1. ## Why are my answers wrong?

1) A quadratic equation in two variables always have two possible solutions in any number system.

My answer: False, it has no solution when a = 0.

2) All equations in two variables, such that both variables have maximum exponent as 2 and minimum as zero represents an equation of a circle.

My answer: False, in equation of a circle, when exponent is 0, (x-h)^0+(y-k)^0=r^2 is not a circle

3) Find the composition of the function as indicated, find domain of composite function and explain your answer(s).

f(x) = ( (4x^2) - 2) / (-4 + 8x)
g(x) = ( (9x^2) -9) / (-12+6x)
Find fog and fof

2. Originally Posted by mwok
1)

3) Find the composition of the function as indicated, find domain of composite function and explain your answer(s).
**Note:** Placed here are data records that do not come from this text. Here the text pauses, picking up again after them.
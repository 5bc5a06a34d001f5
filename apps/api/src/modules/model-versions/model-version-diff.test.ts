import { describe, expect, it } from "vitest";
import { diffModelVersions } from "./model-version-diff.js";

// Expected changes are worked out by hand from the two documents in each case.
describe("diffModelVersions", () => {
  const base = {
    name: "Core",
    model: {
      climate: { ecs: { type: "range", p50: 3, low: 2, high: 5, coverage: 90, shape: "lognormal" } },
      correlations: [{ between: ["ecs", "aerosol-cloud"], rank: -0.3 }],
    },
    defaults: { percentiles: [5, 50, 95], horizons: [2050, 2100] },
  };

  it("returns no changes for equal documents", () => {
    expect(diffModelVersions(base, structuredClone(base))).toEqual([]);
  });

  it("names a changed field by its path", () => {
    const next = structuredClone(base);
    next.model.climate.ecs.high = 5.5;
    expect(diffModelVersions(base, next)).toEqual([{ path: "model.climate.ecs.high", before: 5, after: 5.5 }]);
  });

  it("reports a distribution whose type changed as one change", () => {
    const next = structuredClone(base) as unknown as { model: { climate: { ecs: unknown } } };
    next.model.climate.ecs = { type: "fixed", value: 3 };
    expect(diffModelVersions(base, next)).toEqual([
      { path: "model.climate.ecs", before: base.model.climate.ecs, after: { type: "fixed", value: 3 } },
    ]);
  });

  it("compares plain lists whole and object lists by element; missing sides are null", () => {
    const next = structuredClone(base) as typeof base & { notes?: string };
    next.defaults.percentiles = [5, 17, 50, 83, 95];
    next.model.correlations[0]!.rank = -0.5;
    next.notes = "tightened";
    expect(diffModelVersions(base, next)).toEqual([
      { path: "defaults.percentiles", before: [5, 50, 95], after: [5, 17, 50, 83, 95] },
      { path: "model.correlations[0].rank", before: -0.3, after: -0.5 },
      { path: "notes", before: null, after: "tightened" },
    ]);
  });
});
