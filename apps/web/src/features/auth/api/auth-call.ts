import { ApiError } from "@/lib/api-error";

/**
 * Runs one better-auth client call. The client returns refusals as `{ error }` but throws when
 * the server cannot be reached; that becomes the same network_error api-client.ts gives.
 */
export async function authCall<T>(call: () => Promise<T>): Promise<T> {
  try {
    return await call();
  } catch (e) {
    if (e instanceof ApiError) throw e;
    throw new ApiError(0, "network_error", "The server could not be reached. Check your connection and try again.");
  }
}
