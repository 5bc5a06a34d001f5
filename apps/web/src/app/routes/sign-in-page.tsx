import { Link, Navigate, useNavigate, useSearchParams } from "react-router-dom";
import { paths } from "@/config/paths";
import { AuthLayout } from "@/features/auth/components/auth-layout";
import { SignInForm } from "@/features/auth/components/sign-in-form";
import { useMe } from "@/features/auth/api/get-me";

export default function SignInPage() {
  const [params] = useSearchParams();
  const navigate = useNavigate();
  const me = useMe();
  const next = params.get("next");
  const target = next && next.startsWith("/") && !next.startsWith("//") ? next : paths.desk.build();
  if (me.data) return <Navigate to={target} replace />;

  return (
    <AuthLayout title="Sign in" subtitle="Use the account your administrator set up for you.">
      {params.get("expired") && (
        <p role="status" className="mb-4 rounded-md border border-ember-400 bg-ember-50 px-3 py-2 text-sm text-ember-800">
          Your session has ended. Sign in again to carry on where you were.
        </p>
      )}
      {params.get("reset") && (
        <p role="status" className="mb-4 rounded-md border border-ok/60 bg-ok-soft px-3 py-2 text-sm text-ok">
          Your new password is set. Sign in with it.
        </p>
      )}
      <SignInForm onSignedIn={() => navigate(target, { replace: true })} />
      <p className="mt-4 text-sm">
        <Link to={paths.forgotPassword.build()} className="font-medium text-accent underline-offset-2 hover:underline">
          Forgot password?
        </Link>
      </p>
    </AuthLayout>
  );
}
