import { PortfolioDetailRoute } from "@/features/peril/routes/portfolio-detail";
export default PortfolioDetailRoute;
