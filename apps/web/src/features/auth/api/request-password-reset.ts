import { useMutation } from "@tanstack/react-query";
import { authClient } from "@/lib/auth-client";
import { ApiError } from "@/lib/api-error";
import { authCall } from "./auth-call";

/**
 * Asks better-auth to mail a one-time reset link. The server answers alike for known and
 * unknown addresses, so success says nothing about whether the account exists.
 */
export async function requestPasswordReset(email: string): Promise<void> {
  const { error } = await authCall(() => authClient.requestPasswordReset({ email }));
  if (error) {
    const status = error.status ?? 500;
    throw new ApiError(
      status,
      error.code ?? "reset_request_failed",
      status === 429 ? "Too many requests. Wait a minute, then try again." : "The request could not be sent. Try again in a moment.",
    );
  }
}

export const useRequestPasswordReset = () => useMutation({ mutationFn: requestPasswordReset });
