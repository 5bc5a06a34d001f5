import type { ReactNode } from "react";
import type { UseQueryResult } from "@tanstack/react-query";
import { paths } from "@/config/paths";
import { PERMISSION_HOLDERS } from "@/config/permissions";
import { ButtonLink } from "@/components/ui/button";
import { Card, CardHeader } from "@/components/ui/card";
import { Cautions } from "@/components/ui/cautions";
import { PageHeader } from "@/components/ui/page-header";
import { EmptyState, ErrorState, LoadingState } from "@/components/ui/states";
import { usePerilProfiles } from "@/features/peril/api/get-peril-profiles";
import { usePortfolios } from "@/features/peril/api/get-portfolios";
import { PerilProfilesTable } from "@/features/peril/components/peril-profiles-table";
import { PortfoliosTable } from "@/features/peril/components/portfolios-table";
import type { PerilViewer } from "@/features/peril/lib/peril-viewer";
import { usePerilViewer } from "../use-peril-viewer";

/**
 * One card's list in its four states. The loading and error texts name the list, because the
 * two cards load independently and a bare "Loading…" or "Something went wrong" would not say
 * which of them is meant.
 */
function ListBody<T>({
  query,
  noun,
  empty,
  children,
}: {
  query: UseQueryResult<T[]>;
  noun: string;
  empty: ReactNode;
  children: (rows: T[]) => ReactNode;
}) {
  if (query.isPending) return <LoadingState label={`Loading ${noun}…`} />;
  if (query.isError)
    return (
      <div className="p-4">
        <ErrorState error={query.error} title={`The ${noun} could not be loaded`} retry={() => query.refetch()} />
      </div>
    );
  if (query.data.length === 0) return <div className="p-4">{empty}</div>;
  return <>{children(query.data)}</>;
}

/** Peril profiles and portfolio baselines (the peril lens), with the way in to the editors. */
export function PerilLens({ viewer }: { viewer: PerilViewer }) {
  const profiles = usePerilProfiles();
  const portfolios = usePortfolios();
  // Read-only roles cannot fill an empty list themselves; say who can instead of offering a button.
  const whoAdds = `Only ${PERMISSION_HOLDERS["perils:write"]} can add them.`;
  return (
    <>
      <PageHeader
        kicker="Peril lens"
        title="Peril profiles and portfolios"
        description="How each peril scales with warming beyond what the firm's baseline view already holds, and the baseline figures it is applied to."
        actions={
          viewer.canWrite && (
            <>
              <ButtonLink to={paths.portfolioUpload.build()} variant="secondary">
                Upload portfolio
              </ButtonLink>
              <ButtonLink to={paths.perilProfileNew.build()} variant="primary">
                New profile
              </ButtonLink>
            </>
          )
        }
      />
      <Cautions className="mb-6" />
      <div className="flex flex-col gap-6">
        <Card>
          <CardHeader title="Peril profiles" subtitle="A locked profile is used by a run or an approved model version; copy it to change it." />
          <ListBody
            query={profiles}
            noun="peril profiles"
            empty={
              <EmptyState
                title="No peril profiles yet"
                action={
                  viewer.canWrite && (
                    <ButtonLink to={paths.perilProfileNew.build()} variant="secondary">
                      Write the first profile
                    </ButtonLink>
                  )
                }
              >
                A profile says how one peril in one region scales with warming (a rate per kelvin or a table). Runs apply the chosen profiles to
                their warming percentiles. {viewer.canWrite ? "" : whoAdds}
              </EmptyState>
            }
          >
            {(rows) => <PerilProfilesTable profiles={rows} />}
          </ListBody>
        </Card>
        <Card>
          <CardHeader title="Portfolio baselines" />
          <ListBody
            query={portfolios}
            noun="portfolio baselines"
            empty={
              <EmptyState
                title="No portfolios yet"
                action={
                  viewer.canWrite && (
                    <ButtonLink to={paths.portfolioUpload.build()} variant="secondary">
                      Upload a portfolio
                    </ButtonLink>
                  )
                }
              >
                A portfolio baseline holds the firm's own AAL and 1-in-100 and 1-in-200 losses per region and peril (CSV or XLSX). Without one, a run
                shows multipliers and return periods but no projected losses. {viewer.canWrite ? "" : whoAdds}
              </EmptyState>
            }
          >
            {(rows) => <PortfoliosTable portfolios={rows} />}
          </ListBody>
        </Card>
      </div>
    </>
  );
}

/** Peril profiles and portfolio baselines for the signed-in person. */
export default function PerilLensPage() {
  return <PerilLens viewer={usePerilViewer()} />;
}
f(x) = ( (4x^2) - 2) / (-4 + 8x)
g(x) = ( (9x^2) -9) / (-12+6x)
Find fog and fof
$f\left( x \right) = \frac{{4x^2 - 2}}
{{ - 4 + 8x}} = \frac{{2\left( {2x^2 - 1} \right)}}
{{2\left( {4x - 2} \right)}} = \frac{{2x^2 - 1}}
{{4x - 2}} \hfill \\$

$g\left( x \right) = \frac{{9x^2 - 9}}
{{ - 12 + 6x}} = \frac{{3x^2 - 3}}
{{2x - 4}} \hfill \\$

$fog = f\left( {g\left( x \right)} \right) = \frac{{2\left( {\frac{{3x^2 - 3}}
{{2x - 4}}} \right)^2 - 1}}
{{4\left( {\frac{{3x^2 - 3}}
{{2x - 4}}} \right) - 2}} \hfill \\$

$fog = \frac{{2\left( {3x^2 - 3} \right)^2 - \left( {2x - 4} \right)^2 }}
{{4\left( {3x^2 - 3} \right)\left( {2x - 4} \right) - 2\left( {2x - 4} \right)^2 }} \hfill \\$

$= \frac{{2\left( {9x^4 - 18x^2 + 9} \right) - \left( {4x^2 - 16x + 16} \right)}}
{{2\left( {2x - 4} \right)\left[ {2\left( {3x^2 - 3} \right) - \left( {2x - 4} \right)} \right]}} \hfill \\$

$= \frac{{18x^4 - 36x^2 + 18 - 4x^2 + 16x - 16}}
{{2\left( {2x - 4} \right)\left( {6x^2 - 6 - 2x + 4} \right)}} \hfill \\$

$= \frac{{18x^4 - 40x^2 + 16x + 2}}
{{2\left( {2x - 4} \right)\left( {6x^2 - 2x - 2} \right)}} \hfill \\$

$= \frac{{9x^4 - 20x^2 + 8x + 1}}
{{\left( {2x - 4} \right)\left( {6x^2 - 2x - 2} \right)}} \hfill \\$

$= \frac{{9x^4 - 20x^2 + 8x + 1}}
{{4\left( {x - 2} \right)\left( {3x^2 - x - 1} \right)}} \hfill \\$

${\text{For domain, }}x \ne 2,{\text{ and }}3x^2 - x - 1 \ne 0 \hfill \\$

$\Rightarrow x \ne 2,{\text{ and }}x \ne \frac{{1 \pm \sqrt {1^2 - 4\left( 3 \right)\left( { - 1} \right)} }}
{{2\left( 3 \right)}} \hfill \\$

$\Rightarrow x \ne 2,{\text{ and }}x \ne \frac{{1 \pm \sqrt {13} }}
{6} \hfill \\$

${\text{Now, }} \hfill \\$

$fof = f\left( {f\left( x \right)} \right) = \frac{{2\left( {\frac{{2x^2 - 1}}
{{4x - 2}}} \right)^2 - 1}}
{{4\left( {\frac{{2x^2 - 1}}
{{4x - 2}}} \right) - 2}} \hfill \\$

${\text{simplify further}}{\text{.}} \hfill \\$

3. (1) If a = 0, you would no longer have a quadratic which is what the question is asking for.